RECOVERY of the air cargo market continues to slow due to Covid crisis lockdown policies that restrict China's manufacturing activity and Russia's war in Ukraine that has erased capacity, reports IHS Media.
'As China has indicated that their 'zero Covid' strategy will persist until at least 2023, we have to assume problems will continue through to the end of the year,' said Association of Asia Pacific Airlines director general Subhas Menon.
'China's bottleneck is purely in the hands of the Chinese government. As they ease lockdowns and shutdowns, the constraints at manufacturing bases and ports will ease, and flights can resume in earnest to relieve the shipping congestion.'
International Air Cargo Association (IATA) director general Willie Walsh declared that capacity cuts from China's zero-Covid policy and labour shortages led to a drop in April's global air cargo demand of 11.2 per cent year over year and a two per cent drop in capacity.

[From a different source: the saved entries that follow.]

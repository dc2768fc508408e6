// The web policy of every page Dipweave serves: the Electron window (app/main/app-protocol.ts) and the
// browser fallback of `npm start` (scripts/start.mjs). Plain JavaScript so that start.mjs can import it
// before anything is built. Types in web-policy.d.mts.

/** Cross-origin isolation (SharedArrayBuffer for the workers) and no cross-origin embedding. */
export const ISOLATION_HEADERS = Object.freeze({
  'Cross-Origin-Opener-Policy': 'same-origin',
  'Cross-Origin-Embedder-Policy': 'require-corp',
  'Cross-Origin-Resource-Policy': 'same-origin',
});

/** No remote content: everything comes from the bundle; workers may be blob: URLs; no eval. */
export const CONTENT_SECURITY_POLICY = [
  "default-src 'self'",
  "script-src 'self'",
  "style-src 'self' 'unsafe-inline'",
  "img-src 'self' data: blob:",
  "font-src 'self'",
  "worker-src 'self' blob:",
  "connect-src 'self' blob: data:",
  "object-src 'none'",
  "base-uri 'none'",
  "form-action 'none'",
  "frame-ancestors 'none'",
].join('; ');
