export const ISOLATION_HEADERS: Readonly<Record<string, string>>;
export const CONTENT_SECURITY_POLICY: string;
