/**
 * Frequency (cycles per sample) below which `fraction` of the energy of the traces lies (power spectra of tapered
 * traces summed; fft.js through core/fft).
 */
export function energyBandEdge(u: ArrayLike<number>, nTraces: number, nSamples: number, fraction: number): number {
  const size = nextPowerOfTwo(nSamples);
  const plan = createRealFftPlan(size);
  const buf = new Float64Array(size), spec = new Float64Array(2 * size);
  const power = new Float64Array(size / 2 + 1);
  // Tukey taper (10 % cosine at each end): a trace cut off mid-event would otherwise leak broadband energy.
  const taper = new Float64Array(nSamples).fill(1);
  const edge = Math.max(1, Math.floor(0.1 * nSamples));
  for (let t = 0; t < edge; t++) taper[t] = taper[nSamples - 1 - t] = 0.5 * (1 - Math.cos((Math.PI * (t + 0.5)) / edge));
  // A subset of traces is enough for a band edge (at most ~48 spectra).
  const step = Math.max(1, Math.floor(nTraces / 48));
  for (let x = 0; x < nTraces; x += step) {
    for (let t = 0; t < nSamples; t++) buf[t] = u[x * nSamples + t] * taper[t];
    plan.impl.realTransform(spec, buf);
    for (let k = 0; k <= size / 2; k++) power[k] += spec[2 * k] * spec[2 * k] + spec[2 * k + 1] * spec[2 * k + 1];
  }
  let total = 0;
  for (let k = 1; k <= size / 2; k++) total += power[k];
  if (!(total > 0)) return 0.5;
  let acc = 0;
  for (let k = 1; k <= size / 2; k++) {
    acc += power[k];
    if (acc >= fraction * total) return k / size;
  }
  return 0.5;
}

function badOption(field: string, found: unknown, expected: string): InputFileError {
  return new InputFileError({ code: 'input.bad-argument', severity: 'error', field, message: `slope option ${field} is out of range.`, found: String(found), expected });
}

interface Resolved extends GaussNewtonSettings {
  method: 'pwd' | 'tensor';
}

function resolveOptions(o: SlopeOptions): Resolved {
  const r: Resolved = {
    method: o.method ?? SLOPE_DEFAULTS.method,
    radiusTimeSamples: o.radiusTimeSamples ?? SLOPE_DEFAULTS.radiusTimeSamples,
    radiusTraces: o.radiusTraces ?? SLOPE_DEFAULTS.radiusTraces,
    order: o.order ?? SLOPE_DEFAULTS.order,
    outerIterations: o.outerIterations ?? SLOPE_DEFAULTS.outerIterations,
    innerIterations: o.innerIterations ?? SLOPE_DEFAULTS.innerIterations,
    stepLimit: o.stepLimit ?? SLOPE_DEFAULTS.stepLimit,
    convergedStep: CONVERGED_STEP,
  };
  if (r.method !== 'pwd' && r.method !== 'tensor') throw badOption('method', r.method, 'pwd or tensor');
  for (const [k, v, lo, hi] of [['radiusTimeSamples', r.radiusTimeSamples, 1, 500], ['radiusTraces', r.radiusTraces, 1, 200], ['outerIterations', r.outerIterations, 1, 50], ['innerIterations', r.innerIterations, 1, 500]] as const)
    if (!Number.isInteger(v) || v < lo || v > hi) throw badOption(k, v, `a whole number in [${lo}, ${hi}]`);
  if (r.order !== 1 && r.order !== 2) throw badOption('order', r.order, '1 or 2');
  if (!(r.stepLimit > 0)) throw badOption('stepLimit', r.stepLimit, '> 0');
  return r;
}

/** Time-halved copies of one work gather, shared by the slope measure and the pyramid (levels[l]: 2^l × fewer). */
interface Halvings {
  readonly source: Float64Array;
  readonly levels: { data: Float64Array; nSamples: number }[];
}

/** Low-pass and take every m-th sample (m a power of two) by cascaded half-band decimation (halve.ts). */
function decimateTime(h: Halvings, nTraces: number, m: number): { data: Float64Array; nSamples: number } {
  const want = Math.round(Math.log2(m));
  while (h.levels.length <= want) {
    const prev = h.levels[h.levels.length - 1];
    h.levels.push(halveTime(prev.data, nTraces, prev.nSamples));
  }
  return h.levels[want];
}

function halvingsOf(u: Float64Array, nSamples: number): Halvings {
  return { source: u, levels: [{ data: u, nSamples }] };
}

/** Upsample a pair field in time by factor m (values × m: slopes scale with the time step). */
function upsampleSlopes(coarse: Float64Array, nPairs: number, nsCoarse: number, nsFine: number, m: number, valueScale: number): Float64Array {
  const out = new Float64Array(nPairs * nsFine);
  for (let p = 0; p < nPairs; p++) {
    for (let t = 0; t < nsFine; t++) {
      let tc = t / m;
      if (tc > nsCoarse - 1) tc = nsCoarse - 1;
      const j = Math.min(nsCoarse - 2, Math.floor(tc));
      const f = nsCoarse < 2 ? 0 : tc - j;
      const a = coarse[p * nsCoarse + Math.max(0, j)], b = nsCoarse < 2 ? a : coarse[p * nsCoarse + j + 1];
      out[p * nsFine + t] = valueScale * ((1 - f) * a + f * b);
    }
  }
  return out;
}

function pairLiveOf(traceLive: Uint8Array): Uint8Array {
  const out = new Uint8Array(Math.max(0, traceLive.length - 1));
  for (let p = 0; p < out.length; p++) out[p] = traceLive[p] && traceLive[p + 1] ? 1 : 0;
  return out;
}

/** Steepest slope (90th percentile of |σ| where the tensor is coherent), measured on a time-decimated copy. */
export function measureSteepestSlope(u: Float64Array, nTraces: number, nSamples: number, pairLive: Uint8Array, radiusTimeSamples: number, radiusTraces: number, halvings?: Halvings): number {
  let m = 8;
  while (m > 1 && nSamples / m < MIN_LEVEL_SAMPLES) m /= 2;
  const h = halvings && halvings.source === u ? halvings : halvingsOf(u, nSamples);
  const lev = decimateTime(h, nTraces, m);
  const ws = createTensorWorkspace(nTraces, lev.nSamples, Math.max(4, Math.round(radiusTimeSamples / m)), Math.max(4, radiusTraces));
  const n = (nTraces - 1) * lev.nSamples;
  const s = new Float64Array(n), c = new Float64Array(n), e = new Float64Array(n);
  structureTensorSlopesUnchecked(ws, s, c, lev.data, pairLive, TENSOR_CLAMP, e);
  let meanE = 0;
  for (let i = 0; i < n; i++) meanE += e[i];
  meanE /= Math.max(1, n);
  // Gate: in noise the tensor finds "coherent" orientations only by chance, in small specks (measured: 1.5 % of
  // the energy of pure Gaussian noise at coherence > 0.7, against 19–25 % on the demo line, 50 % on WL1 and
  // 98 % on analytic events). Without it pure noise measured 18 samples per trace and planned 4 levels.
  let sw = 0, swc = 0;
  for (let i = 0; i < n; i++) { sw += e[i]; if (c[i] > 0.7) swc += e[i]; }
  if (!(sw > 0) || swc < MEASURE_MIN_COHERENT_SHARE * sw) return 0;
  const vals: number[] = [];
  for (let i = 0; i < n; i++) if (c[i] > 0.7 && e[i] > 0.1 * meanE && Math.abs(s[i]) * m < MAX_MEASURABLE_SLOPE) vals.push(Math.abs(s[i]));
  if (vals.length === 0) return 0;
  vals.sort((a, b) => a - b);
  return vals[Math.min(vals.length - 1, Math.floor(0.9 * vals.length))] * m;
}

/**
 * Number of coarse-to-fine levels: the coarsest level must see the steepest slope unaliased. At level L the data
 * hold frequencies below min(band, 0.5/2^L) cycles per (fine) sample; a slope σ aliases above 1/(2|σ|), so we need
 * min(band, 0.5/2^L) · margin · σ_max ≤ ½. On band-limited data gentle and moderate slopes need no level at all;
 * GENTLE_SLOPE only matters for full-band data.
 */
function levelsFor(maxSlope: number, order: PwdOrder, nSamples: number, bandCyclesPerSample: number): number {
  let levels = 0;
  const steep = MEASURE_MARGIN * maxSlope;
  const aliased = (l: number) => Math.min(bandCyclesPerSample, 0.5 / 2 ** l) * steep > 0.5 && steep / 2 ** l > GENTLE_SLOPE[order];
  while (levels < MAX_TIME_LEVELS && aliased(levels) && nSamples / 2 ** (levels + 1) >= MIN_LEVEL_SAMPLES) levels++;
  return levels;
}

interface WorkResult {
  sigma: Float64Array;
  conf: Float64Array;
  residualStart: number;
  residualEnd: number;
}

'The combination of the war in Ukraine and Covid lockdowns in China have pushed up energy costs, intensified supply chain disruptions, and fed inflation,' said Mr Walsh.
'The operating environment is challenging for all businesses, including air cargo.'
SEKO Logistics vice president Shawn Richard declared that airlines were slowly coming back to serve the Asia region but transpacific rates have cooled off, suggesting a softening of demand.
Meanwhile, air cargo rates on the Shanghai-north Europe trade have fallen to their lowest weekly level since mid-March.
Russia's war in Ukraine is having a negative impact on the Asia-Europe air cargo trade lane.
Said Mr Menon: 'The conflict in Ukraine is going on indefinitely, which imposes payload restrictions and additional fuel and operational costs on airlines on the trunk corridors.'
IATA stated that new export orders were shrinking in all markets except the US.
The association noted that global goods trade has continued to decline in 2022, with China's economy growing more slowly because of the lockdowns.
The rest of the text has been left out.